Brent Bozell, an architect of the conservative movement, ended up trusting an order no man could impose.
bozell buckley

Back when I was involved in the late-’90s conservative student movement at Yale, I noticed something. The libertarians, whose philosophy celebrated individual choice and experimental living, were normal and in control of their lives. The traditionalists were disorderly drunks who got kicked out of things. Libertarian pastimes included knitting and swing dancing; trads held contests to see which of them could punch his own face the hardest. (Always bet on the Teamster in this contest.)

As you start to realize that you’re one of these trads—a Gilbert Pinfold, an Isabel from When Sisterhood Was in Flower—you stop asking why a chaotic person would be so drawn to ideals of order. Instead you ask how to uphold order without self-righteousness and cruelty toward those who, like you, consistently fail. How to go from lip service to servanthood?

I picked up Daniel Kelly’s 2014 biography Living on Fire: The Life of L. Brent Bozell Jr. because I thought it might illuminate this problem of the chaotic conservative. I had no idea how moving and at last transcendent its story would be.
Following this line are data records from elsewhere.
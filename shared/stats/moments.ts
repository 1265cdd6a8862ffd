import { createMomentAccumulator, type MomentAccumulator } from './moment-accumulator';
import type { Valueof } from './types';

/** Summary of a distribution by its first four moments. */
export interface Moments {
  count: number;
  mean: number;
  /** Population variance ⟨(u−ū)²⟩ (divides by n). */
  variance: number;
  standardDeviation: number;
  /** Population skewness ⟨(u−ū)³⟩/⟨(u−ū)²⟩^{3/2}. */
  skewness: number;
  /** Population (non-excess) kurtosis κ = ⟨(u−ū)⁴⟩/⟨(u−ū)²⟩²; 3 for a Gaussian. */
  kurtosis: number;
}

/**
 * Reads the moments out of a {@link MomentAccumulator}.
 * Rule: mean is NaN for no values; variance and standard deviation are NaN
 * for fewer than two values; skewness and kurtosis are NaN when the variance
 * is zero or there are fewer than two values.
 */
export function momentsFromAccumulator(acc: MomentAccumulator): Moments {
  const n = acc.count;
  const variance = n >= 2 ? acc.m2 / n : NaN;
  const shaped = n >= 2 && acc.m2 > 0;
  return {
    count: n,
    mean: acc.mean,
    variance,
    standardDeviation: Math.sqrt(variance),
    skewness: shaped ? (Math.sqrt(n) * acc.m3) / Math.pow(acc.m2, 1.5) : NaN,
    kurtosis: shaped ? (n * acc.m4) / (acc.m2 * acc.m2) : NaN,
  };
}

/**
 * Mean, population variance, skewness and kurtosis of `values`, in one pass.
 *
 * Method: one-pass central-moment update ("Formulas for robust, one-pass
 * parallel computation of covariances and arbitrary-order statistical
 * moments", Pébay, 2008). Kurtosis as defined in SCIENCE.md,
 * κ = ⟨(u−ū)⁴⟩/⟨(u−ū)²⟩² (Gaussian: 3), as used in "Emergent dynamics of
 * laboratory insect swarms" (Scientific Reports 3, 2013).
 *
 * Units: mean and standard deviation in the units of the values, variance in
 * their square; skewness and kurtosis are dimensionless.
 * Non-finite values (after `valueof`) are skipped. Empty input: count 0 and
 * every other field NaN (see {@link momentsFromAccumulator} for the rule).
 */
export function moments<T = number>(values: ArrayLike<T>, valueof?: Valueof<T>): Moments {
  const acc = createMomentAccumulator();
  const n = values.length;
  if (valueof) for (let i = 0; i < n; i++) acc.add(valueof(values[i], i));
  else for (let i = 0; i < n; i++) acc.add(values[i] as unknown as number);
  return momentsFromAccumulator(acc);
}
We begin with Bozell’s “Norman Rockwell” childhood in Nebraska. We quickly shift to Yale, where Bozell completes a quiet journey into the Catholic Church—and a much more public conversion to conservatism, at the side of William F. Buckley Jr.
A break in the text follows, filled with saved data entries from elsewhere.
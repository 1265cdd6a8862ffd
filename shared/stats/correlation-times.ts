/**
 * Characteristic times of a correlation function sampled every `lagStep`
 * seconds: the first zero crossing and the 1/e (e-folding) time.
 *
 * Method: first lag where ρ ≤ 0 (resp. ρ ≤ 1/e), linearly interpolated with
 * the previous lag [common practice]; SCIENCE.md asks for both.
 * Units: seconds (the unit of lagStep). Not reached within the lags, or
 * empty input: NaN.
 */
export function correlationTimes(rho: ArrayLike<number>, lagStep: number): { firstZeroCrossing: number; eFoldingTime: number } {
  return { firstZeroCrossing: firstBelow(rho, 0) * lagStep, eFoldingTime: firstBelow(rho, 1 / Math.E) * lagStep };
}

function firstBelow(rho: ArrayLike<number>, level: number): number {
  let prev = NaN;
  for (let i = 0; i < rho.length; i++) {
    const r = rho[i];
    if (!Number.isFinite(r)) continue;
    if (r <= level) {
      if (i === 0 || !Number.isFinite(prev)) return i;
      return i - 1 + (prev - level) / (prev - r);
    }
    prev = r;
  }
  return NaN;
}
Together they build a movement: National Review, Barry Goldwater (Bozell ghostwrote The Conscience of a Conservative). Both in style and in substance, Bozell was thunderous and abstract, a dorm-room general who proposed a nuclear first strike on the Soviet Union.

Already in the late ’50s much of the Bozell approach seems to be formed. He’s idea-driven, more comfortable in attack than praise, a defender of the rules laid down (this is why he broke with NR and opposed white suppression of the black vote) and the prerogatives of Mother Church. Even among the gadflies of the Right he is noticeably lacking in loyalty toward the Republican Party: “the Grand Old Party is recognizably a corpse,” he wrote in 1958.
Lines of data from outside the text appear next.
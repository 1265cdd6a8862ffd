import { buildCellGrid } from './cell-grid';
import type { NeighbourMethod } from './nearest-neighbour-distances';
import type { FrameView } from './types';

/** Index pairs (a[k] < b[k]) of one frame closer than a distance. */
export interface ClosePairs {
  count: number;
  a: Int32Array;
  b: Int32Array;
  distance: Float64Array;
}

/** Growable typed-array list of pairs (no per-pair allocation); pass one in to reuse it frame after frame. */
export class PairList {
  count = 0;
  a = new Int32Array(16);
  b = new Int32Array(16);
  d = new Float64Array(16);

  push(i: number, j: number, dist: number): void {
    if (this.count === this.a.length) {
      const grow = <T extends Int32Array | Float64Array>(old: T, make: (n: number) => T) => {
        const g = make(2 * old.length);
        g.set(old);
        return g;
      };
      this.a = grow(this.a, (n) => new Int32Array(n));
      this.b = grow(this.b, (n) => new Int32Array(n));
      this.d = grow(this.d, (n) => new Float64Array(n));
    }
    this.a[this.count] = i;
    this.b[this.count] = j;
    this.d[this.count] = dist;
    this.count++;
  }

  /** The pairs as views of the list's arrays (valid until the list is reused). */
  view(): ClosePairs {
    return { count: this.count, a: this.a, b: this.b, distance: this.d };
  }

  /** Exact-size copy. */
  toClosePairs(): ClosePairs {
    return { count: this.count, a: this.a.slice(0, this.count), b: this.b.slice(0, this.count), distance: this.d.slice(0, this.count) };
  }
}

/**
 * All pairs of individuals of one frame with |r_a − r_b| < `maxDistance`.
 *
 * Method: brute force for small N, otherwise a cell list of side
 * `maxDistance` searched over the 3^d neighbouring cells ("Computer
 * simulation of liquids", Allen & Tildesley, 1987) [common practice]; both
 * are exact and list pairs in the same canonical order (a ascending, then b).
 * Units: metres. Non-finite positions are skipped. Empty frame or
 * maxDistance ≤ 0: no pairs.
 */
export function pairsWithinDistance(
  frame: FrameView,
  maxDistance: number,
  options: { method?: NeighbourMethod | 'sweep'; bruteForceBelow?: number; sweep?: SweepOrder; list?: PairList } = {},
): ClosePairs {
  const { count } = frame;
  const method = options.method ?? 'auto';
  const useGrid = method === 'grid' || (method === 'auto' && count >= (options.bruteForceBelow ?? 260));
  if (!(maxDistance > 0)) return { count: 0, a: new Int32Array(0), b: new Int32Array(0), distance: new Float64Array(0) };
  const list = options.list ?? new PairList();
  list.count = 0;
  if (useGrid) gridPairs(frame, maxDistance, list);
  else if (method === 'sweep' || options.sweep) sweepPairs(frame, maxDistance, list, options.sweep ?? new SweepOrder());
  else brutePairs(frame, maxDistance, list);
  return options.list ? list.view() : list.toClosePairs();
}

/**
 * Order of a frame's individuals by x kept from one frame to the next: the
 * sweep re-sorts it by insertion, which is O(N) when the order barely changes
 * between frames (temporal coherence).
 */
export class SweepOrder {
  order = new Int32Array(0);
  key = new Float64Array(0);
  count = -1;
}

/**
 * Sort-and-sweep ("sweep and prune", Baraff, "Dynamic simulation of
 * non-penetrating rigid bodies", PhD thesis, Cornell 1992): individuals
 * sorted by x; only pairs with |Δx| < maxDistance are measured. Exact.
 */
function sweepPairs(frame: FrameView, maxDistance: number, list: PairList, st: SweepOrder): void {
  const { count, dims, x, y, z } = frame;
  const three = dims === 3;
  const d2max = maxDistance * maxDistance;
  if (st.order.length < count) {
    st.order = new Int32Array(2 * count);
    st.key = new Float64Array(2 * count);
    st.count = -1;
  }
  const order = st.order, key = st.key;
  if (st.count !== count) for (let k = 0; k < count; k++) order[k] = k;
  st.count = count;
  for (let i = 0; i < count; i++) {
    const ok = Number.isFinite(x[i]) && Number.isFinite(y[i]) && (!three || Number.isFinite(z[i]));
    key[i] = ok ? x[i] : Infinity;
  }
  // Insertion sort from last frame's order: nearly sorted, so about N steps.
  for (let k = 1; k < count; k++) {
    const o = order[k], v = key[o];
    let m = k - 1;
    while (m >= 0 && key[order[m]] > v) {
      order[m + 1] = order[m];
      m--;
    }
    order[m + 1] = o;
  }
  for (let p = 0; p < count; p++) {
    const i = order[p];
    const xi = key[i];
    if (xi === Infinity) break;
    const yi = y[i], zi = three ? z[i] : 0;
    for (let q = p + 1; q < count; q++) {
      const j = order[q];
      const dx = key[j] - xi;
      if (dx >= maxDistance) break;
      const dy = y[j] - yi, dz = three ? z[j] - zi : 0;
      const d2 = dx * dx + dy * dy + dz * dz;
      if (d2 < d2max) {
        if (i < j) list.push(i, j, Math.sqrt(d2));
        else list.push(j, i, Math.sqrt(d2));
      }
    }
  }
  sortPairs(list);
}

/** Sorts a pair list into canonical order (a, then b). */
function sortPairs(list: PairList): void {
  const { a, b, d, count } = list;
  for (let k = 1; k < count; k++) {
    const ak = a[k], bk = b[k], dk = d[k];
    let m = k - 1;
    while (m >= 0 && (a[m] > ak || (a[m] === ak && b[m] > bk))) {
      a[m + 1] = a[m];
      b[m + 1] = b[m];
      d[m + 1] = d[m];
      m--;
    }
    a[m + 1] = ak;
    b[m + 1] = bk;
    d[m + 1] = dk;
  }
}

function brutePairs(frame: FrameView, maxDistance: number, list: PairList): void {
  const { count, dims, x, y, z } = frame;
  const three = dims === 3;
  const d2max = maxDistance * maxDistance;
  for (let i = 0; i < count; i++) {
    const xi = x[i], yi = y[i], zi = three ? z[i] : 0;
    for (let j = i + 1; j < count; j++) {
      const dx = x[j] - xi, dy = y[j] - yi, dz = three ? z[j] - zi : 0;
      const d2 = dx * dx + dy * dy + dz * dz;
      if (d2 < d2max) list.push(i, j, Math.sqrt(d2));
    }
  }
}

function gridPairs(frame: FrameView, maxDistance: number, list: PairList): void {
  const { count, dims, x, y, z } = frame;
  const d2max = maxDistance * maxDistance;
  // Up to 16 cells per point: cells no larger than maxDistance where possible (x-rows make empty cells cheap).
  const g = buildCellGrid(frame, maxDistance, 16 * count + 64);
  const { nx, ny, nz, cellStart, items, cellOf } = g;
  for (let i = 0; i < count; i++) {
    const c = cellOf[i];
    if (c < 0) continue;
    const first = list.count;
    const cx = c % nx, cy = ((c / nx) | 0) % ny, cz = (c / (nx * ny)) | 0;
    const xi = x[i], yi = y[i], zi = dims === 3 ? z[i] : 0;
    for (let qz = Math.max(0, cz - 1); qz <= Math.min(nz - 1, cz + 1); qz++)
      for (let qy = Math.max(0, cy - 1); qy <= Math.min(ny - 1, cy + 1); qy++) {
        const row = (qz * ny + qy) * nx;
        const k0 = cellStart[row + Math.max(0, cx - 1)], k1 = cellStart[row + Math.min(nx - 1, cx + 1) + 1];
        // Cells of one x-row are contiguous in `items`.
        for (let k = k0; k < k1; k++) {
          const j = items[k];
          if (j <= i) continue;
          const dx = x[j] - xi, dy = y[j] - yi, dz = dims === 3 ? z[j] - zi : 0;
          const d2 = dx * dx + dy * dy + dz * dz;
          if (d2 < d2max) list.push(i, j, Math.sqrt(d2));
        }
      }
    // Canonical order (a, then b), as brute force gives: insertion sort of this i's few partners by b.
    const { b, d } = list;
    for (let k = first + 1; k < list.count; k++) {
      const bk = b[k], dk = d[k];
      let m = k - 1;
      while (m >= first && b[m] > bk) {
        b[m + 1] = b[m];
        d[m + 1] = d[m];
        m--;
      }
      b[m + 1] = bk;
      d[m + 1] = dk;
    }
  }
}

/**
 * Nearest-neighbour distances and all pairs closer than `maxDistance` of one
 * frame in a single brute-force pass over the N(N−1)/2 pairs (the engine's
 * per-frame step for small groups; for large N use the cell-list forms of
 * {@link nearestNeighbourDistances} and {@link pairsWithinDistance}).
 *
 * Method: exact, identical results to the two separate functions (same
 * canonical pair order, same neighbour ties). Units: metres. Individuals
 * alone or with non-finite positions get NaN; maxDistance ≤ 0: no pairs.
 * `out` (length ≥ count) receives the distances, `neighbour` the index of
 * each nearest neighbour (−1 if none); with `reuse` the pairs are views of
 * that list's arrays.
 */
export function nearestNeighboursAndPairs(frame: FrameView, maxDistance: number, out: Float64Array, neighbour: Int32Array, reuse?: PairList): ClosePairs {
  const { count, dims, x, y } = frame;
  // In 2D a zero z column keeps one loop for both cases.
  const z = dims === 3 ? frame.z : zeros(count);
  const d2max = maxDistance > 0 ? maxDistance * maxDistance : -1;
  const list = reuse ?? new PairList();
  list.count = 0;
  out.fill(Infinity, 0, count);
  neighbour.fill(-1, 0, count);
  // Hot loop (O(N²)): one distance per pair feeds both statistics.
  for (let i = 0; i < count; i++) {
    const xi = x[i], yi = y[i], zi = z[i];
    let best = out[i];
    let bestJ = neighbour[i];
    for (let j = i + 1; j < count; j++) {
      const dx = x[j] - xi, dy = y[j] - yi, dz = z[j] - zi;
      const d2 = dx * dx + dy * dy + dz * dz;
      if (d2 < best) {
        best = d2;
        bestJ = j;
      }
      if (d2 < out[j]) {
        out[j] = d2;
        neighbour[j] = i;
      }
      if (d2 < d2max) list.push(i, j, Math.sqrt(d2));
    }
    out[i] = best;
    neighbour[i] = bestJ;
  }
  for (let i = 0; i < count; i++) out[i] = out[i] === Infinity ? NaN : Math.sqrt(out[i]);
  return reuse ? list.view() : list.toClosePairs();
}

let zeroColumn = new Float64Array(0);
function zeros(n: number): Float64Array {
  if (zeroColumn.length < n) zeroColumn = new Float64Array(2 * n);
  return zeroColumn;
}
Bozell wanted smaller government at home, but an aggressive foreign policy requiring (in Kelly’s words) “global security commitments, a string of permanent military alliances, the stationing of U.S. troops around the world, and futile efforts at what would one day be known as ‘nation building.'” Cuba could be freed by American arms, but Southern black people must meet state and individual violence with attempts at “conversion of ‘minds and hearts.'”

Much of Bozell’s political philosophy relied on identifying an “us” who must not be ruled by a “them”—but whether the government was us or them switched based on which issue he was considering. This us-and-them question arises even—at least for me, as a Jewish Christian—in Bozell’s swoony love of Spanish Catholicism. I too love blood-and-roses Spain, but the Spain of Bozell’s dreaming is a kingdom where Jews never lived. He can’t imagine an “us” that includes, humbles itself toward, or reconciles with “them.”

You can glimpse rot in the foundations of the conservative movement: utopianism, raw majoritarianism, an inability to see the ways order’s violent imposition becomes chaos. Buckley’s patrician at-homeness crippled the conservative movement and distorted its Christianity; Bozell’s romantic, angry alienation couldn’t save it.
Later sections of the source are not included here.